DATA RECORDS —
※

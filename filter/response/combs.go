package response

import (
	"math"
	"math/cmplx"
	"runtime"
	"sync"

	"gonum.org/v1/gonum/dsp/fourier"
)

// combs makes a transform a comb at a time: comb r holds every P-th bin from bin r on.
// With K = P M,
//
//	X[r + P m] = sum over i < M of e^(-j2πmi/M) e^(-j2πri/K) sum over q of x[i + q M] e^(-j2πrq/P)
//
// is a transform of M points. So no work is done on the zeros that pad a sequence, it
// stays in the near caches, and memory is needed for a few combs only. Combs 0 to P/2
// hold the bins 0 to K/2.
//
// Source: Markel 1971, IEEE Trans. Audio and Electroacoustics 19 (pruned transforms);
// Oppenheim & Schafer, chapter on the fast Fourier transform (decimation in frequency).
type combs struct {
	size   int          // K
	apart  int          // P
	points int          // M
	makers []*combMaker // they work side by side
}

// combMaker makes one comb after another.
type combMaker struct {
	*combs
	fft       *fourier.CmplxFFT
	rotations [fineTurns]complex128 // e^(-j2πri/K) of the comb at hand, i < fineTurns
}

const (
	// A comb has at least leastComb points and so many that a sequence is folded about
	// mostFolds times at most: fewer would cost more in gathering than they save.
	leastComb = 1 << 10
	mostFolds = 8
	fineTurns = 64
	// Of manyCombs or more, as many are made together as share a line of the cache:
	// the bins of one comb alone are a power of two apart and would evict each other.
	manyCombs = 64
	ofMany    = 4
	ofFew     = 2
	// Longer combs are made one by one, for the memory that they take.
	longComb = 1 << 15
)

func newCombs(size, length int) *combs {
	least := max(leastComb, length/mostFolds)
	c := &combs{size: size, apart: 1}
	for size%(2*c.apart) == 0 && size/(2*c.apart) >= least {
		c.apart *= 2
	}
	c.points = size / c.apart
	for range min(c.together(), runtime.GOMAXPROCS(0)) {
		c.makers = append(c.makers, &combMaker{combs: c, fft: fourier.NewCmplxFFT(c.points)})
	}
	return c
}

// together is how many combs are made before their bins are visited.
func (c *combs) together() int {
	switch {
	case c.points > longComb:
		return 1
	case c.apart < manyCombs:
		return ofFew
	}
	return ofMany
}

func (c *combs) within(first, last int, visit func(k int, v []complex128), sequences []Sequence) {
	made := make([][][]complex128, c.together()) // [comb][sequence]
	for i := range made {
		for range sequences {
			made[i] = append(made[i], make([]complex128, c.points))
		}
	}
	v := make([]complex128, len(sequences))
	for r := 0; r <= c.apart/2; r += len(made) {
		here := made[:min(len(made), c.apart/2+1-r)]
		c.share(len(here), func(m *combMaker, i int) {
			m.turnTo(r + i)
			for s := range sequences {
				m.transform(here[i][s], sequences[s], r+i)
			}
		})
		for m := range c.points {
			for i, comb := range here {
				k, conjugate, ok := c.bin(r+i, m)
				if !ok || k < first || k > last {
					continue
				}
				for s := range v {
					v[s] = comb[s][m]
					if conjugate {
						v[s] = cmplx.Conj(v[s])
					}
				}
				visit(k, v)
			}
		}
	}
}

// share has the makers do jobs 0 to n-1.
func (c *combs) share(n int, do func(m *combMaker, i int)) {
	var done sync.WaitGroup
	some := func(w int) {
		for i := w; i < n; i += len(c.makers) {
			do(c.makers[w], i)
		}
	}
	for w := 1; w < len(c.makers); w++ {
		done.Go(func() { some(w) })
	}
	some(0)
	done.Wait()
}

// bin is the bin from 0 to K/2 that point m of comb r stands for, itself or
// by its conjugate. It is not ok where another point stands for the same: combs 0 and
// P/2 are their own mirrors.
func (c *combs) bin(r, m int) (k int, conjugate, ok bool) {
	k = r + c.apart*m
	if 2*k <= c.size {
		return k, false, true
	}
	return c.size - k, true, r != 0 && 2*r != c.apart
}

func (c *combs) mapped(x []float64, f func(complex128) complex128, n int) []float64 {
	out, comb, m := make([]float64, n), make([]complex128, c.points), c.makers[0]
	for r := 0; r <= c.apart/2; r++ {
		m.turnTo(r)
		m.transform(comb, Sequence{X: x}, r)
		for i, v := range comb {
			comb[i] = f(v)
		}
		m.fft.Sequence(comb, comb)
		share := 2 / float64(c.size) // the comb's and its conjugates'
		if r == 0 || 2*r == c.apart {
			share /= 2
		}
		turns := NewTurns(2*math.Pi*float64(r)/float64(c.size), 0)
		for i := range out {
			v, z := comb[i%c.points], turns.Next()
			out[i] += share * (real(v)*real(z) - imag(v)*imag(z))
		}
	}
	return out
}

// turnTo makes ready for comb r.
func (m *combMaker) turnTo(r int) {
	for i := range m.rotations {
		m.rotations[i] = fraction(r*i, m.size)
	}
}

// transform makes comb r of a sequence.
func (m *combMaker) transform(comb []complex128, s Sequence, r int) {
	clear(comb)
	for from := 0; from < len(s.X); from += m.points {
		s.addTo(comb, from, fraction(r*(from/m.points), m.apart))
	}
	for from := 0; r > 0 && from < len(comb); from += fineTurns {
		coarse := fraction(r*from, m.size)
		for i, v := range comb[from:min(from+fineTurns, len(comb))] {
			comb[from+i] = v * (coarse * m.rotations[i])
		}
	}
	m.fft.Coefficients(comb, comb)
}

// addTo adds the samples from an index on, turned, to as much of a comb as they fill.
func (s Sequence) addTo(comb []complex128, from int, by complex128) {
	re, im := real(by), imag(by)
	x := s.X[from:min(len(s.X), from+len(comb))]
	if !s.Moments {
		for i, v := range x {
			comb[i] += complex(v*re, v*im)
		}
		return
	}
	first := float64(from) - s.Origin
	for i, v := range x {
		v *= first + float64(i)
		comb[i] += complex(v*re, v*im)
	}
}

※

REQUIREMENT — Please give an exact copy of the lines above, beginning with the line containing "func (c *combs) bin(r, m" and running through the line containing "for from := 0; from", and of no other lines.

EXPECTED ANSWER —
func (c *combs) bin(r, m int) (k int, conjugate, ok bool) {
	k = r + c.apart*m
	if 2*k <= c.size {
		return k, false, true
	}
	return c.size - k, true, r != 0 && 2*r != c.apart
}

func (c *combs) mapped(x []float64, f func(complex128) complex128, n int) []float64 {
	out, comb, m := make([]float64, n), make([]complex128, c.points), c.makers[0]
	for r := 0; r <= c.apart/2; r++ {
		m.turnTo(r)
		m.transform(comb, Sequence{X: x}, r)
		for i, v := range comb {
			comb[i] = f(v)
		}
		m.fft.Sequence(comb, comb)
		share := 2 / float64(c.size) // the comb's and its conjugates'
		if r == 0 || 2*r == c.apart {
			share /= 2
		}
		turns := NewTurns(2*math.Pi*float64(r)/float64(c.size), 0)
		for i := range out {
			v, z := comb[i%c.points], turns.Next()
			out[i] += share * (real(v)*real(z) - imag(v)*imag(z))
		}
	}
	return out
}

// turnTo makes ready for comb r.
func (m *combMaker) turnTo(r int) {
	for i := range m.rotations {
		m.rotations[i] = fraction(r*i, m.size)
	}
}

// transform makes comb r of a sequence.
func (m *combMaker) transform(comb []complex128, s Sequence, r int) {
	clear(comb)
	for from := 0; from < len(s.X); from += m.points {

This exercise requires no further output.